### Excerpted records
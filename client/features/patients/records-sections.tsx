import { Link } from 'react-router-dom';
import { Figure } from '#client/ui/figure.tsx';
import { Section } from '#client/ui/page.tsx';
import { PairMark } from '#client/ui/pair-mark.tsx';
import { type SheetColumn, SheetTable } from '#client/ui/sheet-table.tsx';
import { StateWord } from '#client/ui/states.tsx';
import type { PatientView } from '#contract/patients';
import { currencySign, subtract } from '#domain/money/index';
import { optionLetter } from '#domain/quotes/index';
import { formatDay } from '#domain/time/index';
import { courseWhy, QUOTE_WORDS, quoteWhy } from './words.ts';

type Course = PatientView['courses'][number];
type Quote = PatientView['quotes'][number];

/** Courses of care, each with its pair mark and what is left to pay. */
export function CoursesSection({
  patient,
  linked,
}: {
  readonly patient: PatientView;
  readonly linked: boolean;
}) {
  const sign = currencySign(patient.courses[0]?.currency ?? ('' as never));
  if (patient.courses.length === 0) {
    return (
      <Section title="Courses of care">
        <p className="border-y border-rule py-3 text-soft">
          None yet. A course opens when a quote is accepted.
        </p>
      </Section>
    );
  }
  const columns: readonly SheetColumn<Course>[] = [
    {
      id: 'mark',
      head: <span className="sr-only">Eyes</span>,
      width: 'w-14',
      cell: (course) => <PairMark eyes={course.eyes} />,
    },
    {
      id: 'number',
      head: 'Course',
      cell: (course) =>
        linked ? <Link to={`/courses/${course.courseId}`}>{course.number}</Link> : course.number,
    },
    { id: 'accepted', head: 'Accepted', wide: true, cell: (course) => formatDay(course.acceptedOn) },
    { id: 'eyes', head: 'Eyes', wide: true, cell: (course) => <EyeWords course={course} /> },
    {
      id: 'total',
      head: `Price, ${sign}`,
      align: 'right',
      cell: (course) => (
        <Figure
          id={`course-${course.courseId}`}
          amount={course.totalMinor}
          currency={course.currency}
          why={courseWhy(course, 'total')}
        />
      ),
    },
    {
      id: 'left',
      head: `Left, ${sign}`,
      align: 'right',
      cell: (course) => (
        <Figure
          id={`left-${course.courseId}`}
          amount={subtract(course.totalMinor, course.paidMinor)}
          currency={course.currency}
          why={courseWhy(course, 'left')}
        />
      ),
    },
  ];
  return (
    <Section title="Courses of care">
      <SheetTable
        caption="Courses of care"
        columns={columns}
        rows={patient.courses}
        rowKey={(row) => row.courseId}
      />
    </Section>
  );
}

function EyeWords({ course }: { readonly course: Course }) {
  return (
    <ul>
      {course.eyes.map((eye) => (
        <li key={eye.eye} className="text-small">
          {eye.eye} {eye.procedure},{' '}
          <span className="text-soft">
            {eye.state === 'done' && eye.doneOn
              ? `done ${formatDay(eye.doneOn)}`
              : eye.state === 'planned'
                ? eye.plannedOn
                  ? `planned ${formatDay(eye.plannedOn)}`
                  : 'no day yet'
                : 'cancelled'}
          </span>
        </li>
      ))}
    </ul>
  );
}

/** Quotes with what each option comes to. */
export function QuotesSection({
  patient,
  linked,
}: {
  readonly patient: PatientView;
  readonly linked: boolean;
}) {
  if (patient.quotes.length === 0) {
    return (
      <Section title="Quotes">
        <p className="border-y border-rule py-3 text-soft">None yet.</p>
      </Section>
    );
  }
  const sign = currencySign(patient.quotes.find((quote) => quote.currency)?.currency ?? ('' as never));
  const columns: readonly SheetColumn<Quote>[] = [
    {
      id: 'number',
      head: 'Quote',
      cell: (quote) => (linked ? <Link to={`/quotes/${quote.quoteId}`}>{quote.number}</Link> : quote.number),
    },
    {
      id: 'state',
      head: 'State',
      cell: ({ state }) => <StateWord tone={QUOTE_WORDS[state].tone}>{QUOTE_WORDS[state].words}</StateWord>,
    },
    {
      id: 'until',
      head: 'Good until',
      wide: true,
      cell: ({ validUntil }) =>
        validUntil ? formatDay(validUntil) : <span className="text-soft">not sent yet</span>,
    },
    { id: 'who', head: 'Counsellor', wide: true, cell: (quote) => quote.counsellor },
    {
      id: 'totals',
      head: sign === '' ? 'Options' : `Options, ${sign}`,
      align: 'right',
      cell: (quote) => <Totals quote={quote} />,
    },
  ];
  return (
    <Section title="Quotes">
      <SheetTable caption="Quotes" columns={columns} rows={patient.quotes} rowKey={(row) => row.quoteId} />
    </Section>
  );
}

function Totals({ quote }: { readonly quote: Quote }) {
  const { currency } = quote;
  if (currency === null) return null;
  return (
    <ul>
      {quote.totalsMinor.map((total, index) => (
        <li key={optionLetter(index)}>
          <span className="mr-2 text-small text-soft">{optionLetter(index)}</span>
          <Figure
            id={`quote-${quote.quoteId}-${index}`}
            amount={total}
            currency={currency}
            why={quoteWhy(quote, index)}
          />
        </li>
      ))}
    </ul>
  );
}
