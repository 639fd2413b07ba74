/** How many cases a property runs: TENDERLIGHT_CASES, else 1,000. */
export const CASES = Number.parseInt(process.env.TENDERLIGHT_CASES ?? '1000', 10);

### Your goal
Word for word, reproduce every line of the data.

### Response to this exercise
filename client/features/patients/records-sections.tsx
import { Link } from 'react-router-dom';
import { Figure } from '#client/ui/figure.tsx';
import { Section } from '#client/ui/page.tsx';
import { PairMark } from '#client/ui/pair-mark.tsx';
import { type SheetColumn, SheetTable } from '#client/ui/sheet-table.tsx';
import { StateWord } from '#client/ui/states.tsx';
import type { PatientView } from '#contract/patients';
import { currencySign, subtract } from '#domain/money/index';
import { optionLetter } from '#domain/quotes/index';
import { formatDay } from '#domain/time/index';
import { courseWhy, QUOTE_WORDS, quoteWhy } from './words.ts';

type Course = PatientView['courses'][number];
type Quote = PatientView['quotes'][number];

/** Courses of care, each with its pair mark and what is left to pay. */
export function CoursesSection({
  patient,
  linked,
}: {
  readonly patient: PatientView;
  readonly linked: boolean;
}) {
  const sign = currencySign(patient.courses[0]?.currency ?? ('' as never));
  if (patient.courses.length === 0) {
    return (
      <Section title="Courses of care">
        <p className="border-y border-rule py-3 text-soft">
          None yet. A course opens when a quote is accepted.
        </p>
      </Section>
    );
  }
  const columns: readonly SheetColumn<Course>[] = [
    {
      id: 'mark',
      head: <span className="sr-only">Eyes</span>,
      width: 'w-14',
      cell: (course) => <PairMark eyes={course.eyes} />,
    },
    {
      id: 'number',
      head: 'Course',
      cell: (course) =>
        linked ? <Link to={`/courses/${course.courseId}`}>{course.number}</Link> : course.number,
    },
    { id: 'accepted', head: 'Accepted', wide: true, cell: (course) => formatDay(course.acceptedOn) },
    { id: 'eyes', head: 'Eyes', wide: true, cell: (course) => <EyeWords course={course} /> },
    {
      id: 'total',
      head: `Price, ${sign}`,
      align: 'right',
      cell: (course) => (
        <Figure
          id={`course-${course.courseId}`}
          amount={course.totalMinor}
          currency={course.currency}
          why={courseWhy(course, 'total')}
        />
      ),
    },
    {
      id: 'left',
      head: `Left, ${sign}`,
      align: 'right',
      cell: (course) => (
        <Figure
          id={`left-${course.courseId}`}
          amount={subtract(course.totalMinor, course.paidMinor)}
          currency={course.currency}
          why={courseWhy(course, 'left')}
        />
      ),
    },
  ];
  return (
    <Section title="Courses of care">
      <SheetTable
        caption="Courses of care"
        columns={columns}
        rows={patient.courses}
        rowKey={(row) => row.courseId}
      />
    </Section>
  );
}

function EyeWords({ course }: { readonly course: Course }) {
  return (
    <ul>
      {course.eyes.map((eye) => (
        <li key={eye.eye} className="text-small">
          {eye.eye} {eye.procedure},{' '}
          <span className="text-soft">
            {eye.state === 'done' && eye.doneOn
              ? `done ${formatDay(eye.doneOn)}`
              : eye.state === 'planned'
                ? eye.plannedOn
                  ? `planned ${formatDay(eye.plannedOn)}`
                  : 'no day yet'
                : 'cancelled'}
          </span>
        </li>
      ))}
    </ul>
  );
}

/** Quotes with what each option comes to. */
export function QuotesSection({
  patient,
  linked,
}: {
  readonly patient: PatientView;
  readonly linked: boolean;
}) {
  if (patient.quotes.length === 0) {
    return (
      <Section title="Quotes">
        <p className="border-y border-rule py-3 text-soft">None yet.</p>
      </Section>
    );
  }
  const sign = currencySign(patient.quotes.find((quote) => quote.currency)?.currency ?? ('' as never));
  const columns: readonly SheetColumn<Quote>[] = [
    {
      id: 'number',
      head: 'Quote',
      cell: (quote) => (linked ? <Link to={`/quotes/${quote.quoteId}`}>{quote.number}</Link> : quote.number),
    },
    {
      id: 'state',
      head: 'State',
      cell: ({ state }) => <StateWord tone={QUOTE_WORDS[state].tone}>{QUOTE_WORDS[state].words}</StateWord>,
    },
    {
      id: 'until',
      head: 'Good until',
      wide: true,
      cell: ({ validUntil }) =>
        validUntil ? formatDay(validUntil) : <span className="text-soft">not sent yet</span>,
    },
    { id: 'who', head: 'Counsellor', wide: true, cell: (quote) => quote.counsellor },
    {
      id: 'totals',
      head: sign === '' ? 'Options' : `Options, ${sign}`,
      align: 'right',
      cell: (quote) => <Totals quote={quote} />,
    },
  ];
  return (
    <Section title="Quotes">
      <SheetTable caption="Quotes" columns={columns} rows={patient.quotes} rowKey={(row) => row.quoteId} />
    </Section>
  );
}

function Totals({ quote }: { readonly quote: Quote }) {
  const { currency } = quote;
  if (currency === null) return null;
  return (
    <ul>
      {quote.totalsMinor.map((total, index) => (
        <li key={optionLetter(index)}>
          <span className="mr-2 text-small text-soft">{optionLetter(index)}</span>
          <Figure
            id={`quote-${quote.quoteId}-${index}`}
            amount={total}
            currency={currency}
            why={quoteWhy(quote, index)}
          />
        </li>
      ))}
    </ul>
  );
}
repository 639fd2413b07ba74
/** How many cases a property runs: TENDERLIGHT_CASES, else 1,000. */
export const CASES = Number.parseInt(process.env.TENDERLIGHT_CASES ?? '1000', 10);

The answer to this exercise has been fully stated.